◆ **Task goal**
Copy each line of the data that has "assert" in it.

◆ **Material for this task**
● ● ● ● ●

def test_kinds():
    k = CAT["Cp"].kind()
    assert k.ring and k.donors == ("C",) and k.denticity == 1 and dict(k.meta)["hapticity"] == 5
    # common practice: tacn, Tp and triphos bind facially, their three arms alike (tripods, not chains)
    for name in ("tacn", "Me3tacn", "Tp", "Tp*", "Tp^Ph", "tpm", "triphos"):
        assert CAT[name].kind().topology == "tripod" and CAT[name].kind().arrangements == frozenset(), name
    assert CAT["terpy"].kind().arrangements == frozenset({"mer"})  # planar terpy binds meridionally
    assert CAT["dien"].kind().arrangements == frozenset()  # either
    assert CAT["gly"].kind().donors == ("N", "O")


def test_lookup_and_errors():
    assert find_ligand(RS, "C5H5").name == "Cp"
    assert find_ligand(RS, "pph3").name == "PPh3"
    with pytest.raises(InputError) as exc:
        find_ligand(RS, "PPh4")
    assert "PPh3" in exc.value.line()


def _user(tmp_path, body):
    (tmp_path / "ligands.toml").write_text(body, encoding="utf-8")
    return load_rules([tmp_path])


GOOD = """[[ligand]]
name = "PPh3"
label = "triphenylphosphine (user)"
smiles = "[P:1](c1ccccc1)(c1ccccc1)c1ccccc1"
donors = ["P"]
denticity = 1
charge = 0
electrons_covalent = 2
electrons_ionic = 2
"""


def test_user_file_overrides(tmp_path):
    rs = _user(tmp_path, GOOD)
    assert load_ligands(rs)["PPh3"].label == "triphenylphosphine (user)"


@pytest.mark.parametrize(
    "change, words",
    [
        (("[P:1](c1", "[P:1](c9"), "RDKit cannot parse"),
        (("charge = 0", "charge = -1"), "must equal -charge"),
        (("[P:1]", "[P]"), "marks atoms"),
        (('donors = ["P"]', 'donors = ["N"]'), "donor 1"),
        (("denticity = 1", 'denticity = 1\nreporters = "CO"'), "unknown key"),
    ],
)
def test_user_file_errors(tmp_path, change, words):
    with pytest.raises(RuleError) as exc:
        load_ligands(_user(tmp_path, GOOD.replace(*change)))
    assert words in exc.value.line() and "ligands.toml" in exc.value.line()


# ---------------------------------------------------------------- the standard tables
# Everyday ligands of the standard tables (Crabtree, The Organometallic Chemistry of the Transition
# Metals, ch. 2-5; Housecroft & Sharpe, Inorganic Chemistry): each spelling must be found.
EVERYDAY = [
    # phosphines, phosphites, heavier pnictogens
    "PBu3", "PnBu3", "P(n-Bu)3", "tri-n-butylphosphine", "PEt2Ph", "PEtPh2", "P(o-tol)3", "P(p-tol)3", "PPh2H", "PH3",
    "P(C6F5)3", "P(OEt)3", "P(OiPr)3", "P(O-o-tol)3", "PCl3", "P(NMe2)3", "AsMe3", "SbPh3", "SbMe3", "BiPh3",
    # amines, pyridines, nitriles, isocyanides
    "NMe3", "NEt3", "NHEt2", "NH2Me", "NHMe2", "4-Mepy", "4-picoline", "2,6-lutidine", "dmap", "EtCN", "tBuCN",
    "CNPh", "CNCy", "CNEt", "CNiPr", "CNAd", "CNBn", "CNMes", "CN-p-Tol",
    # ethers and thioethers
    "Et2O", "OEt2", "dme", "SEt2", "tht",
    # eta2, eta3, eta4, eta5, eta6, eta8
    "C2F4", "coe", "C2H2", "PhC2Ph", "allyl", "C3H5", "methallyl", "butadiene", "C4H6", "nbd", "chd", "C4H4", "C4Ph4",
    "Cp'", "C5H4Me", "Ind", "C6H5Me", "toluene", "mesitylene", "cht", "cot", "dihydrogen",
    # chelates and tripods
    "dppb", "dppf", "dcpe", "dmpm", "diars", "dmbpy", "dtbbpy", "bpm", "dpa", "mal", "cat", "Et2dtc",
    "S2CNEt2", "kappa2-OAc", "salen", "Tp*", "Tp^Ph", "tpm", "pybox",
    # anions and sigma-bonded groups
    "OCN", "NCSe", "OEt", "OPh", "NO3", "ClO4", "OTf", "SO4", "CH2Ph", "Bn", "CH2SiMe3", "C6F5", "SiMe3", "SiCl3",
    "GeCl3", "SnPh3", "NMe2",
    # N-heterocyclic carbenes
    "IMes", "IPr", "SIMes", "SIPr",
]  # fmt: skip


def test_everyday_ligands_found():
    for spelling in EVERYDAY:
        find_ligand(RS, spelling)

● ● ● ● ●

◆ **Reply to the task**
    assert k.ring and k.donors == ("C",) and k.denticity == 1 and dict(k.meta)["hapticity"] == 5
        assert CAT[name].kind().topology == "tripod" and CAT[name].kind().arrangements == frozenset(), name
    assert CAT["terpy"].kind().arrangements == frozenset({"mer"})  # planar terpy binds meridionally
    assert CAT["dien"].kind().arrangements == frozenset()  # either
    assert CAT["gly"].kind().donors == ("N", "O")
    assert find_ligand(RS, "C5H5").name == "Cp"
    assert find_ligand(RS, "pph3").name == "PPh3"
    assert "PPh3" in exc.value.line()
    assert load_ligands(rs)["PPh3"].label == "triphenylphosphine (user)"
    assert words in exc.value.line() and "ligands.toml" in exc.value.line()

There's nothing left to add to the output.